A Linux Server Mystery
Ever since I moved in late 2023, my home server has had intermittent periods of becoming unavailable. Due to this behavior correlating with when we moved, I was for a long time attributing this to a network error and thought that it was my Router's fault, as I've simultaneously been having some issues with my network bridge (WiFi + Eth). This network issue would cause the bridge to lose its assigned IP range whenever hostapd issued a DFS scan.
As it turns out, these issues were entirely unrelated. After I had managed to fix the network issue and continued to see my server going offline without being able to recover it without a hard reboot, I decided to buy a small 7" screen that I could hook up to it and mount on the wall.
When the server went offline the next time after I had installed the screen, I immediately was able to see the error.

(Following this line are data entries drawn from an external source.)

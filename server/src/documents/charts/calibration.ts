import { wilsonInterval } from '@tallystone/numeric/metrics/intervals';
import type { BandCalibration } from '../input';
import { percent } from '../number-texts';
import type { Sheet } from '../page/sheet';
import type { Box } from '../page/table';
import { colour } from '../tokens';
import { logScale, logTicks, Plot } from './plot';

/** Observed bad rate against mean PD by band on logarithmic axes: on the diagonal, as many bads as expected. */
export function drawCalibration(sheet: Sheet, box: Box, calibrations: readonly BandCalibration[]): void {
  const side = Math.min(box.height - 36, box.width - 60);
  const left = box.x + 40;
  const bottom = box.y + side + 12;
  const plot = new Plot(sheet, box);
  const shares = calibrations.flatMap(({ bands }) =>
    bands.flatMap(({ meanPd, rows, bads }) => [meanPd ?? 0, rows > 0 ? bads / rows : 0].filter((share) => share > 0)),
  );
  const from = Math.max(0.0005, Math.min(0.5, ...shares) / 1.6);
  const to = Math.min(1, Math.max(0.01, ...shares) * 1.6);
  const x = logScale(from, to, left, left + side);
  const y = logScale(from, to, bottom, bottom - side);
  const ticks = logTicks(from, to, [1, 2, 5]);
  const text = (share: number): string => percent(share, share < 0.01 ? 1 : 0);
  plot.leftAxis(left, ticks, y, text, left + side);
  plot.bottomAxis(bottom, left, left + side, ticks, x, text);
  plot.line(
    [
      [left, bottom],
      [left + side, bottom - side],
    ],
    colour.ink2,
    0.7,
    2,
  );
  plot.label('as expected', left + side - 16, bottom - side + 8, { align: 'right' });
  plot.label('mean PD of the band', left + side / 2, bottom + 22, { align: 'centre' });
  plot.label('observed bad rate', box.x, box.y + 5);

  const within = (share: number): number => Math.min(to, Math.max(from, share));
  for (const { partition, bands } of calibrations) {
    for (const { meanPd, rows, bads } of bands) {
      if (meanPd === null || rows === 0 || meanPd <= 0) continue;
      const at = x(within(meanPd));
      if (partition === 'development') {
        const { lower, upper } = wilsonInterval(bads, rows);
        plot.line(
          [
            [at, y(within(lower))],
            [at, y(within(upper))],
          ],
          colour.primary,
          3.2,
        );
        plot.line(
          [
            [at - 5, y(within(bads / rows))],
            [at + 5, y(within(bads / rows))],
          ],
          colour.ink,
          1.4,
        );
      } else if (partition === 'holdOut') {
        plot.circle(at, y(within(bads / rows)), 2.6, colour.ink);
      } else {
        plot.diamond(at, y(within(bads / rows)), 3.4, colour.ink2);
      }
    }
  }
  drawKey(
    plot,
    left + side + 22,
    box.y + 12,
    calibrations.map(({ partition }) => partition),
  );
}

function drawKey(plot: Plot, x: number, top: number, partitions: readonly string[]): void {
  let y = top;
  const entry = (text: string, mark: (middle: number) => void): void => {
    mark(y - 2.5);
    plot.label(text, x + 14, y, { ink: colour.ink, size: 8 });
    y += 15;
  };
  if (partitions.includes('development')) {
    entry('development, with 95 % interval', (middle) => {
      plot.line(
        [
          [x + 4, middle - 5],
          [x + 4, middle + 5],
        ],
        colour.primary,
        3.2,
      );
      plot.line(
        [
          [x - 1, middle],
          [x + 9, middle],
        ],
        colour.ink,
        1.4,
      );
    });
  }
  if (partitions.includes('holdOut')) entry('hold-out', (middle) => plot.circle(x + 4, middle, 2.6, colour.ink));
  if (partitions.includes('outOfTime')) entry('out-of-time', (middle) => plot.diamond(x + 4, middle, 3.4, colour.ink2));
}
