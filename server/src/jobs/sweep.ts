import type { Context } from '../context';
import { rows } from '../database/sql';
import { inTransaction } from '../database/transaction';
import type { Handler } from './handler';
import { endRun, requeue, takeRun } from './run-state';

/** Seconds without a heartbeat after which an attempt is lost: sooner when its advisory lock is free, since then its process is gone. */
const silentWhenGone = 5;
const silentWhenStuck = 10;

/**
 * Looks after runs whose worker is gone or stuck, and after those that were cancelled with nobody at work. Every worker sweeps; row locks
 * that are skipped when held make it safe.
 */
export async function sweep(context: Context, handlers: ReadonlyMap<string, Handler>): Promise<void> {
  await sweepLostAttempts(context, handlers);
  await sweepCancelled(context, handlers);
  await sweepForgotten(context);
}

async function sweepLostAttempts(context: Context, handlers: ReadonlyMap<string, Handler>): Promise<void> {
  const { sequelize } = context;
  const silent = await rows<{ run_id: string; number: number }>(
    sequelize,
    `SELECT run_id, number FROM run_attempts WHERE ended_at IS NULL AND heartbeat_at < clock_timestamp() - make_interval(secs => ${silentWhenGone})`,
  );
  for (const { run_id: runId, number } of silent) {
    await inTransaction(sequelize, async (tx) => {
      const run = await takeRun(context, tx, runId);
      if (!run) return;
      const [lost] = await rows<{ lost: boolean }>(
        sequelize,
        `SELECT ended_at IS NULL AND (heartbeat_at < clock_timestamp() - make_interval(secs => ${silentWhenStuck})
           OR heartbeat_at < clock_timestamp() - make_interval(secs => ${silentWhenGone})
              AND pg_try_advisory_xact_lock(hashtextextended('run-attempt:' || run_id || ':' || number, 0))) AS lost
         FROM run_attempts WHERE run_id = $1 AND number = $2`,
        [runId, number],
        tx,
      );
      if (!lost?.lost || run.attempt !== number) return;
      context.log.warn({ runId, attempt: number }, 'the worker of a run is gone');
      const handler = handlers.get(run.kind);
      if (run.state === 'cancelling') return endRun(context, tx, run, handler, { state: 'cancelled', outcome: 'lost' });
      if (run.state !== 'running') return;
      const [{ before }] = await rows<{ before: number }>(
        sequelize,
        `SELECT count(*)::int AS before FROM run_attempts WHERE run_id = $1 AND outcome = 'lost'`,
        [runId],
        tx,
      );
      if (before + 1 < run.mostAttempts) return requeue(context, tx, run, 'lost');
      return endRun(context, tx, run, handler, {
        state: 'failed',
        outcome: 'lost',
        problem: { code: 'worker-lost', message: `The worker was lost ${before + 1} times over this work.`, where: {} },
      });
    });
  }
}

async function sweepCancelled(context: Context, handlers: ReadonlyMap<string, Handler>): Promise<void> {
  const idle = await rows<{ id: string }>(
    context.sequelize,
    `SELECT r.id FROM runs r WHERE r.state = 'cancelling'
       AND NOT EXISTS (SELECT 1 FROM run_attempts a WHERE a.run_id = r.id AND a.number = r.attempt AND a.ended_at IS NULL)`,
  );
  for (const { id } of idle) {
    await inTransaction(context.sequelize, async (tx) => {
      const run = await takeRun(context, tx, id);
      if (run?.state === 'cancelling')
        await endRun(context, tx, run, handlers.get(run.kind), { state: 'cancelled', outcome: 'cancelled' });
    });
  }
}

/** Queued, but its job was taken by a worker that died before it began. */
async function sweepForgotten(context: Context): Promise<void> {
  const forgotten = await rows<{ id: string }>(
    context.sequelize,
    `SELECT r.id FROM runs r LEFT JOIN pgboss.job j ON j.name = r.queue AND j.id = r.job_id
     WHERE r.state = 'queued' AND r.queued_at < clock_timestamp() - interval '10 seconds' AND (j.id IS NULL OR j.state NOT IN ('created', 'retry'))`,
  );
  for (const { id } of forgotten) {
    await inTransaction(context.sequelize, async (tx) => {
      const run = await takeRun(context, tx, id);
      if (run?.state === 'queued') await requeue(context, tx, run, 'lost');
    });
  }
}

/** Removes what is only of use for a while. */
export async function tidy({ pool }: Context): Promise<void> {
  await pool.query(`DELETE FROM run_events WHERE at < now() - interval '3 days'`);
  await pool.query(`DELETE FROM idempotency_keys WHERE created_at < now() - interval '7 days'`);
  await pool.query(`DELETE FROM sign_in_failures WHERE at < now() - interval '1 day'`);
}
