import type { Transaction } from 'sequelize';
import type { z } from 'zod';
import type { Context } from '../context';
import { rows } from '../database/sql';
import { Run } from '../models/run';
import { type RowsPlace, holdRows } from '../storage/erasure';
import { type JobDefinition, usualAttempts } from './definitions/job';
import { within } from './queue';
import { emitRunEvent } from './run-events';

export interface NewRun<Payload extends z.ZodType> {
  readonly payload: z.input<Payload>;
  /** Who started it: progress goes to them. */
  readonly person: { readonly id: string };
  readonly modelId?: string;
  /** What the run is about, for lists and for abilities: `sample` and its id. */
  readonly entity?: string;
  readonly entityId?: string;
  /** While a run of this kind with this key has not ended, starting another gives that one back. */
  readonly singleton?: string;
  /** The sample whose rows it reads: held against erasure until the run is there, and the run ends when they are erased later. */
  readonly rowsOf?: RowsPlace;
  readonly requestId?: string;
}

/**
 * Starts work: a run and its job, both within the caller's transaction, so that neither is there without the other and nothing starts
 * before the commit.
 *
 * @throws Problem 409 where the rows it would read were erased
 * @returns the new run, or the one already under way for the same `singleton`
 * @example
 * const run = await startRun(context, tx, verifyRecordJob, { payload: {}, person, singleton: 'whole' });
 */
export async function startRun<Payload extends z.ZodType>(
  context: Pick<Context, 'sequelize' | 'boss'>,
  tx: Transaction,
  definition: JobDefinition<string, Payload>,
  asked: NewRun<Payload>,
): Promise<Run> {
  const payload = definition.payload.parse(asked.payload);
  if ((definition.readsRows ?? false) !== (asked.rowsOf !== undefined)) throw new Error(`${definition.kind} is to be started with the sample it reads`);
  const sampleId = asked.rowsOf === undefined ? null : await holdRows(context.sequelize, tx, asked.rowsOf);
  const [made] = await rows<{ id: string }>(
    context.sequelize,
    `INSERT INTO runs (kind, queue, payload, most_attempts, person_id, model_id, entity, entity_id, singleton, request_id, sample_id)
     VALUES ($1, $2, $3::jsonb, $4, $5, $6, $7, $8, $9, $10, $11)
     ON CONFLICT (kind, singleton) WHERE state IN ('queued', 'running', 'cancelling') DO NOTHING RETURNING id`,
    [
      definition.kind, definition.queue, JSON.stringify(payload), definition.mostAttempts ?? usualAttempts, asked.person.id, asked.modelId ?? null,
      asked.entity ?? null, asked.entityId ?? null, asked.singleton ?? null, asked.requestId ?? null, sampleId,
    ], // prettier-ignore
    tx,
  );
  if (!made) {
    const underWay = await Run.findOne({
      where: { kind: definition.kind, singleton: asked.singleton ?? null, endedAt: null },
      transaction: tx,
    });
    if (underWay) return underWay;
    // It ended between the two statements.
    return startRun(context, tx, definition, asked);
  }
  await enqueue(context, tx, made.id, definition.queue);
  await emitRunEvent(context.sequelize, tx, made.id);
  return (await Run.findByPk(made.id, { transaction: tx }))!;
}

/** Puts a run into its queue (again), under a new job: an older job that comes late finds that it is no longer the run's and does nothing. */
export async function enqueue(
  { sequelize, boss }: Pick<Context, 'sequelize' | 'boss'>,
  tx: Transaction,
  runId: string,
  queue: string,
): Promise<void> {
  const db = within(sequelize, tx);
  const [old] = await rows<{ job_id: string | null }>(sequelize, 'SELECT job_id FROM runs WHERE id = $1', [runId], tx);
  if (old?.job_id) await boss.deleteJob(queue, old.job_id, { db });
  const jobId = await boss.send(queue, { runId }, { db });
  await rows(
    sequelize,
    `UPDATE runs SET state = 'queued', job_id = $2, queued_at = clock_timestamp(), phase = NULL, share = NULL WHERE id = $1 RETURNING id`,
    [runId, jobId],
    tx,
  );
  await rows(sequelize, `SELECT pg_notify('tallystone_queue', $1)`, [queue], tx);
}
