import type { DateOrder, DateTimes } from '@tallystone/contracts/specification/types';
import { type DateReader, dateReader, longestDateTime, noSuchDate } from '../dates';
import { NotPlain } from './field-index';

/** Bytes of an ISO date. */
export const isoLength = 10;

/** Null where only ISO dates are dates. */
export function dateRewriter(
  order: DateOrder | undefined,
  missing: readonly string[],
  dateTimes?: DateTimes,
): DateRewriter | null {
  const read = dateReader(order, missing, dateTimes);
  return read && new DateRewriter(read, dateTimes === 'day' ? longestDateTime : isoLength);
}

/** Writes the ISO date of a field in the stated order: the careful reader's own rule, on bytes. */
export class DateRewriter {
  /** Holds the ISO date after `rewrite`, with a view on the whole of it. */
  readonly bytes = new Uint8Array(isoLength);
  readonly words = new DataView(this.bytes.buffer);

  /** @param longest bytes of the longest field that can be one */
  constructor(
    private readonly read: DateReader,
    private readonly longest: number,
  ) {}

  /**
   * @returns whether the field is such a date
   * @throws NotPlain for one that does not exist, which the careful reader names
   */
  rewrite(bytes: Uint8Array, start: number, end: number): boolean {
    const length = end - start;
    if (
      length < 8 ||
      length > this.longest ||
      !(isSign(bytes[start + 1]) || isSign(bytes[start + 2]) || isSign(bytes[start + 4]))
    )
      return false;
    let text = '';
    for (let at = start; at < end; at++) text += String.fromCharCode(bytes[at]);
    const iso = this.read(text);
    if (iso === noSuchDate) throw new NotPlain('a date that does not exist');
    if (iso === null) return false;
    for (let at = 0; at < isoLength; at++) this.bytes[at] = iso.charCodeAt(at);
    return true;
  }
}

/** A hyphen, a point or a slash, which follow one another in ASCII. */
const isSign = (byte: number): boolean => byte >= 45 && byte <= 47;
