/// One Newton correction of heads, branch flows and units; false if the system is not solvable.
bool WaterStep::correctHeads(State& state, const Cluster& cluster) {
    if (size_ == 1) {
        if (!(matrix_[0] > 0.0)) {
            return false;
        }
        change_[0] = residual_[0] / matrix_[0];
    } else {
        std::copy_n(residual_.begin(), size_, change_.begin());
    }
    if (size_ > 1 && !choleskySolve(matrix_, change_, size_)) {
        return false;
    }
    worstChange_ = worstMove_ = 0.0;
    for (std::size_t i = 0; i < size_; ++i) {
        if (!std::isfinite(change_[i])) {
            return false;
        }
        worstChange_ = std::max(worstChange_, std::fabs(change_[i]));
        state.head_m[at(cluster.nodes[i])] += change_[i];
    }
    const auto moved = [&](int slot) { return slot >= 0 ? change_[at(slot)] : 0.0; };
    for (const int index : cluster.branches) {
        const BranchRow& row = model_.branches[at(index)];
        BranchState& branch = state.branches[at(index)];
        branch.flow_m3s += branch.slope_m2s * (moved(row.fromSlot) - moved(row.toSlot));
    }
    for (const int index : cluster.chambers) {
        ChamberState& chamber = state.chambers[at(index)];
        chamber.next_m3s += chamber.slope_m2s * moved(model_.chambers[at(index)].slot);
    }
    for (const int index : cluster.units) {
        const UnitRow& row = model_.units[at(index)];
        MachineWork& work = state.work[at(index)];
        correct(row, moved(row.inletSlot) - moved(row.outletSlot), work);
        worstMove_ = std::max(worstMove_, work.moved);
    }
    return true;
}

bool WaterStep::solveCluster(State& state, const Cluster& cluster) {
    // A throttle is sharply bent at rest; elsewhere the next Newton error is the square of a move.
    const double tolerance =
        (cluster.chambers.empty() ? smoothTolerance : headTolerance) * model_.headScale_m;
    for (int count = 0; count < mostIterations; ++count) {
        if (!evaluate(state, cluster, false) || !correctHeads(state, cluster)) {
            return false;
        }
        if (worstChange_ <= tolerance && worstMove_ <= unitTolerance) {
            return std::isfinite(worstMove_);
        }
    }
    return false;
}

double WaterStep::totalResidual() const {
    double sum = 0.0;
    for (std::size_t i = 0; i < size_; ++i) {
        sum += std::fabs(residual_[i]);
    }
    return sum;
}

/// Moves the heads by a share of `trial_` and evaluates there; the largest move, or nothing.
std::optional<double> WaterStep::tryMove(State& state, const Cluster& cluster, double share) {
    double worst = 0.0;
    for (std::size_t i = 0; i < cluster.nodes.size(); ++i) {
        state.head_m[at(cluster.nodes[i])] += share * trial_[i];
        worst = std::max(worst, std::fabs(share * trial_[i]));
    }
    return evaluate(state, cluster, true) ? std::optional(worst) : std::nullopt;
}

/// Newton with step halving on the sum of residuals, each unit solved alone for every trial.
bool WaterStep::solveRobustly(State& state, const Cluster& cluster) {
    for (const int node : cluster.nodes) {
        state.head_m[at(node)] = state.headBefore_m[at(node)];
    }
    if (!evaluate(state, cluster, true)) {
        return false;
    }
    const double tolerance = headTolerance * model_.headScale_m;
    for (int count = 0; count < mostRobust; ++count) {
        const double before = totalResidual();
        std::copy_n(residual_.begin(), size_, trial_.begin());
        if (size_ > 0 && !choleskySolve(matrix_, trial_, size_)) {
            return false;
        }
        std::optional<double> worst;
        double share = 1.0;
        for (int halving = 0; halving < mostHalvings; ++halving, share *= 0.5) {
            worst = tryMove(state, cluster, share);
            if (!worst || !std::isfinite(totalResidual())) {
                return false;
            }
            if (totalResidual() <= before || *worst <= tolerance) {
                break;
            }
            if (halving + 1 < mostHalvings) {
                tryMove(state, cluster, -share);
            }
        }
        if (*worst <= 10.0 * tolerance) {
            return true;
        }
    }
    return false;
}

void WaterStep::setFailure(State& state, std::size_t index) {
    const Cluster& cluster = model_.clusters[index];
    failure_.cluster = static_cast<int>(index);
    failure_.residuals.clear();
    evaluate(state, cluster, false);
    for (std::size_t i = 0; i < cluster.nodes.size(); ++i) {
        failure_.residuals.emplace_back(model_.nodePath[at(cluster.nodes[i])], residual_[i]);
    }
    std::sort(
        failure_.residuals.begin(), failure_.residuals.end(),
        [](const auto& a, const auto& b) { return std::fabs(a.second) > std::fabs(b.second); });
    constexpr std::size_t named = 3;
    failure_.residuals.resize(std::min(failure_.residuals.size(), named));
    failure_.where = cluster.nodes.empty() ? std::string("plant/units")
                                           : model_.nodePath[at(cluster.nodes.front())];
}

/// One discharge of each node is set to the sum of the others, so that Newton's remainder ends in
/// a head and never in water.
void WaterStep::closeBalance(State& state, const Cluster& cluster) {
    for (const int node : cluster.nodes) {
        double sum = 0.0; // into the node
        int closing = -1; // an elastic end
        for (const int index : cluster.branches) {
            const BranchRow& row = model_.branches[at(index)];
            const double flow = state.branches[at(index)].flow_m3s;
            if (row.to == node || row.from == node) {
                sum += row.to == node ? flow : 0.0;
                sum -= row.from == node ? flow : 0.0;
                closing = row.kind == BranchKind::rigid ? closing : index;
            }
        }
        for (const int unit : cluster.units) {
            sum += model_.units[at(unit)].outlet == node ? state.work[at(unit)].flow_m3s : 0.0;
            sum -= model_.units[at(unit)].inlet == node ? state.work[at(unit)].flow_m3s : 0.0;
        }
        int chamber = -1;
        for (const int index : cluster.chambers) {
            if (model_.chambers[at(index)].node == node) {
                sum -= state.chambers[at(index)].next_m3s;
                chamber = index;
            }
        }
        const double storage = model_.nodes[at(node)].storage_m2;
        if (storage > 0.0) {
            sum -= 2.0 * storage / step_ * (state.head_m[at(node)] - state.headBefore_m[at(node)])
                   - state.storageFlow_m3s[at(node)];
        }
        if (chamber >= 0) {
            state.chambers[at(chamber)].next_m3s += sum;
        } else if (closing >= 0) {
            const bool into = model_.branches[at(closing)].to == node;
            state.branches[at(closing)].flow_m3s -= into ? sum : -sum;
        }
    }
}

bool WaterStep::solve(State& state, const std::vector<UnitStep>& units, double step_s, Mode mode) {
    step_ = step_s;
    mode_ = mode;
    for (std::size_t i = 0; i < model_.branches.size(); ++i) {
        const BranchRow& row = model_.branches[i];
        if (row.kind == BranchKind::rigid) {
            prepareRigid(state.branches[i], model_.conduits[at(row.conduit)]);
        } else {
            prepareEnd(state, row, state.branches[i]);
        }
    }
    prepareUnits(state, units);
    for (std::size_t i = 0; i < model_.clusters.size(); ++i) {
        const Cluster& cluster = model_.clusters[i];
        guessHeads(state, cluster);
        if (!solveCluster(state, cluster)) {
            prepareUnits(state, units);
            if (!solveRobustly(state, cluster)) {
                setFailure(state, i);
                return false;
            }
        }
        closeBalance(state, cluster);
    }
    return true;
}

Hardware failures in my SSD when writing to /var/ caused my root filesystem to lock up and enter read-only mode. This was easy to idenitfy as soon as I managed to hook up a monitor to my server, but felt impossible to root cause prior to that since I had no serial or SSH access.
As a result, I bought a new SSD (not as cheap this time), spent hours dismantling and reconstructing my server (the M2 slot for the SSD was on the bottom of the motherboard, requiring me to pull out everything before being able to access it). And this time, I opted to use ZFS on my root partition too, as an extra failsafe.